2026/02 / Monthly / Release lag 19d

Korea, Rep. · Latest: 2.50 (2025/12) · #39

Central Bank Policy Interest Rate

Central Bank Policy Interest Rate

The central bank policy interest rate refers to the benchmark interest rate set by each country's central bank. It is the interest rate at which the central bank lends funds to commercial banks and serves as the benchmark for the overall interest rate level in the economy. In Japan's case, the Bank of Japan determines the policy interest rate, while in the United States, the Federal Reserve Board (FRB) sets the target range for the federal funds rate. This indicator ripples through to the entire market, affecting interbank lending rates and interest rates on loans to businesses and individuals.

This indicator is extremely important because it has powerful influence over the entire economy. When the policy interest rate is raised, borrowing costs increase, tending to suppress corporate investment and personal consumption. Conversely, when the policy interest rate is lowered, borrowing becomes easier, stimulating economic activity. Therefore, the central bank manages the economy by adjusting the policy interest rate—raising it during inflationary periods to curb economic overheating and lowering it during economic slowdowns to stimulate activity.

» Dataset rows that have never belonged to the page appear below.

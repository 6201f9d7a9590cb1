import { RoomScreen } from '@/components/room/RoomScreen';

export default function Room() {
  return <RoomScreen />;
}
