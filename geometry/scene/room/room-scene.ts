import type { Layout, Mark, Tie } from '../../core/layout';
import type { Point } from '../../core/point';
import { boundingBox } from '../../core/polygon';
import { along, subtract } from '../../core/vector';
import type { Plan } from '../../plan/types';
import { solvedRoom } from '../../top/solved-room';
import { alongWall, wallFrames, type RoomWalls } from '../../top/wall-frame';
import type { DrawItem, Scene } from '../display-list';
import { drawBase } from './draw-bases';
import { drawCorner } from './draw-corners';
import { drawMisfit } from './draw-misfit';
import { drawBow, drawWallLines, drawWallReading, LARGE_BOWS, type WallState } from './draw-walls';
import { readable } from './scene-styles';
import { wallBodies } from './wall-bodies';

/** What is chosen on screen: `wall A`, `corner A-B`, `tie t1`, as readings are named. */
export interface RoomSceneOptions {
  readonly selected?: string | null;
  /** Every bow larger than life; otherwise only that of the selected wall is. */
  readonly largeBows?: boolean;
  /** A small screen: no words at what stands along the walls, bows named only on the selected wall. */
  readonly plain?: boolean;
  /** Something along a wall that is open for change, by id. */
  readonly base?: string | null;
  /** The first mark of a cross that is being chosen. */
  readonly mark?: Mark | null;
  /** A cross that is about to be taped. */
  readonly cross?: { readonly from: Mark; readonly to: Mark } | null;
  /** Readings that contradict each other, where no fit says so itself. */
  readonly wrong?: readonly string[];
}

const DASH_DOT = [9, 4, 2, 4];

/**
 * The room as it was measured: bodies and blades of its walls, bows, corner tags, ties, and what stands along the walls.
 * Room axes, inches. Empty while not even a sketch stands in for the room.
 */
export function roomScene(plan: Plan, layout: Layout, options: RoomSceneOptions = {}): Scene {
  if (!plan.room)
    return { bounds: { minX: 0, minY: 0, maxX: 1, maxY: 1 }, items: [], title: 'Room', alt: 'No walls yet.' };
  const room = new RoomDrawing(plan, plan.room, layout, options);
  return {
    bounds: room.bounds(),
    items: room.items(),
    title: 'Room',
    alt: `Plan of a room with ${plan.room.walls.length} walls.`,
  };
}

class RoomDrawing {
  private readonly walls: RoomWalls;
  private readonly retakes: ReadonlySet<string>;

  constructor(
    private readonly plan: Plan,
    private readonly fit: NonNullable<Plan['room']>,
    private readonly layout: Layout,
    private readonly options: RoomSceneOptions,
  ) {
    this.walls = wallFrames(solvedRoom(fit, layout.room));
    // Where several readings explain the disagreement as well, nobody is accused on the drawing.
    const named = fit.suspects.filter((s) => s.orElse.length === 0).map((s) => s.observation);
    const wrong = options.wrong ?? [];
    this.retakes = new Set([...named, ...(fit.checkCorner ? [fit.checkCorner] : []), ...wrong]);
  }

  bounds(): Scene['bounds'] {
    return boundingBox([...this.fit.points, ...wallBodies(this.walls).flatMap(({ outline }) => outline)]);
  }

  items(): DrawItem[] {
    return [
      ...this.floor(),
      ...drawWallLines(this.walls, (id) => this.stateOf(id)),
      ...this.bases(),
      ...this.ties(),
      ...this.openEnds(),
      ...this.readings(),
      ...this.corners(),
      ...this.misfits(),
      ...this.notes(),
      ...this.chosenMark(),
      ...this.pendingCross(),
    ];
  }

  private bowScale(wall: string): number {
    return this.options.largeBows || this.options.selected === `wall ${wall}` ? LARGE_BOWS : 1;
  }

  private stateOf(id: string): WallState {
    return {
      selected: this.options.selected === `wall ${id}`,
      retake: this.retakes.has(`wall ${id}`),
      taped: !this.plan.untaped.includes(id),
    };
  }

  private floor(): DrawItem[] {
    const { points, closed } = this.fit;
    const floor: DrawItem[] =
      points.length > 2 ? [{ layer: 'frame', id: 'floor', kind: 'polygon', outline: points, fill: 'card' }] : [];
    const closing = closed || points.length < 3 || this.layout.room.ties.some((tie) => this.joinsEnds(tie));
    if (closing) return floor;
    const open: DrawItem = {
      layer: 'frame',
      kind: 'line',
      from: points[0]!,
      to: points.at(-1)!,
      stroke: { ink: 'edge', width: 2, dash: [8, 7] },
    };
    return [...floor, open];
  }

  private bases(): DrawItem[] {
    return this.layout.bases.flatMap((base) => {
      const wall = this.walls.byId.get(base.wall);
      return wall
        ? drawBase(base, wall, base.id === this.options.base).filter(
            (item) => !this.options.plain || item.kind !== 'runs',
          )
        : [];
    });
  }

  /** How far the suspected wall was taped past where it ends, or short of it. */
  private misfits(): DrawItem[] {
    return this.fit.suspects.flatMap((suspect) => {
      const wall = suspect.orElse.length === 0 && this.walls.byId.get(suspect.observation.replace(/^wall /, ''));
      const taped = wall && this.fit.walls.find((w) => w.id === wall.id)?.taped;
      if (!wall || taped === null || taped === undefined || taped === false) return [];
      return drawMisfit(wall, taped - suspect.shouldRead, this.layout.step);
    });
  }

  private pendingCross(): DrawItem[] {
    const { cross } = this.options;
    const from = cross && this.markAt(cross.from);
    const to = cross && this.markAt(cross.to);
    if (!from || !to) return [];
    const ends = [from, to].map((at): DrawItem => {
      return { layer: 'readings', kind: 'mark', at, mark: 'dot', size: 16, ink: 'chalk' };
    });
    const { turn, flipped } = readable(subtract(to, from));
    const at: Point = [(from[0] + to[0]) / 2, (from[1] + to[1]) / 2];
    return [
      { layer: 'readings', kind: 'line', from, to, stroke: { ink: 'chalk', width: 3, dash: DASH_DOT } },
      ...ends,
      {
        layer: 'readings',
        kind: 'blade',
        at,
        inches: null,
        step: this.layout.step,
        turn,
        state: 'empty',
        ...(flipped ? { hookRight: true } : {}),
      },
    ];
  }

  private chosenMark(): DrawItem[] {
    const at = this.options.mark ? this.markAt(this.options.mark) : null;
    return at ? [{ layer: 'readings', kind: 'mark', at, mark: 'dot', size: 18, ink: 'chalk' }] : [];
  }

  /** A tie that joins the room's two open ends has its blade always; a cross only when it is chosen. */
  private ties(): DrawItem[] {
    return this.layout.room.ties.flatMap((tie): DrawItem[] => {
      const [from, to] = [this.markAt(tie.from), this.markAt(tie.to)];
      if (!from || !to) return [];
      const name = `tie ${tie.id}`;
      const retake = this.retakes.has(name);
      const selected = this.options.selected === name;
      const closing = this.joinsEnds(tie);
      const stroke = { ink: retake ? 'red' : 'chalk', width: closing || selected ? 1.8 : 1.2, dash: DASH_DOT } as const;
      const line: DrawItem = { layer: 'readings', id: name, kind: 'line', from, to, stroke };
      if (!closing && !selected && !retake) return [line];
      const { turn, flipped } = readable(subtract(to, from));
      const state = retake ? 'retake' : selected ? 'selected' : 'set';
      const blade: DrawItem = {
        layer: 'readings',
        id: name,
        kind: 'blade',
        at: [(from[0] + to[0]) / 2, (from[1] + to[1]) / 2],
        inches: tie.length.value,
        step: this.layout.step,
        turn,
        state,
        ...(flipped ? { hookRight: true } : {}),
      };
      return [line, blade];
    });
  }

  private markAt({ wall: id, at }: Mark): Point | null {
    const wall = this.walls.byId.get(id);
    return wall ? along(wall.start, wall.along, alongWall(wall, at)) : null;
  }

  private joinsEnds({ from, to }: Tie): boolean {
    if (this.fit.closed) return false;
    const first = this.fit.walls[0]?.id;
    const last = this.fit.walls.at(-1)?.id;
    const isStart = (mark: Mark) => mark.wall === first && mark.at === 0;
    const isEnd = (mark: Mark) => mark.wall === last && mark.at === 'end';
    return (isStart(from) && isEnd(to)) || (isStart(to) && isEnd(from));
  }

  private openEnds(): DrawItem[] {
    if (this.fit.closed) return [];
    return [this.fit.points[0]!, this.fit.points.at(-1)!].map((at) => ({
      layer: 'walls',
      kind: 'mark',
      at,
      mark: 'point',
      size: 12,
      ink: 'ink',
    }));
  }

  private readings(): DrawItem[] {
    return this.layout.room.walls.flatMap((readings) => {
      const wall = this.walls.byId.get(readings.id);
      if (!wall) return [];
      const standing = this.layout.bases.filter((base) => base.wall === wall.id && base.kind !== 'window');
      const free = (at: number) => !standing.some((b) => at > b.from - 3 && at < alongWall(wall, b.to) + 3);
      return [
        ...drawBow(wall, this.layout.step, free, this.bowScale(wall.id)).filter(
          (item) => item.kind !== 'runs' || !this.options.plain || this.stateOf(wall.id).selected,
        ),
        ...drawWallReading(wall, readings, this.stateOf(wall.id), this.layout.step, free),
      ];
    });
  }

  private corners(): DrawItem[] {
    return this.fit.corners.flatMap((fit) => {
      const [left, right] = fit.between.map((id) => this.walls.byId.get(id));
      if (!left || !right) return [];
      const drawn = this.layout.room.corners.find((c) => c.between.join() === fit.between.join());
      return [drawCorner(left, right, fit, drawn, this.retakes.has(`corner ${fit.between.join('-')}`))];
    });
  }

  private notes(): DrawItem[] {
    return this.layout.notes.flatMap((note, i): DrawItem[] => {
      const wall = note.wall === undefined ? undefined : this.walls.byId.get(note.wall);
      const at = note.at ?? (wall ? along(along(wall.start, wall.along, wall.length / 2), wall.inward, 12) : null);
      if (!at) return [];
      const mark = { kind: 'mark', mark: 'square', size: 24, ink: 'ink', text: String(i + 1) } as const;
      return [{ layer: 'notes', id: note.id, at, ...mark }];
    });
  }
}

As a general trend, when economic growth accelerates and inflationary pressures mount, the central bank gradually raises interest rates. Conversely, when the economy slows and unemployment increases, rates are lowered to stimulate economic activity. Currently, many developed countries have set interest rates at the highest levels in decades, with focus on inflation control and continued financial tightening. Investors and businesses closely monitor central bank interest rate decision statements, and markets react significantly, making this indicator one of the most important economic indicators.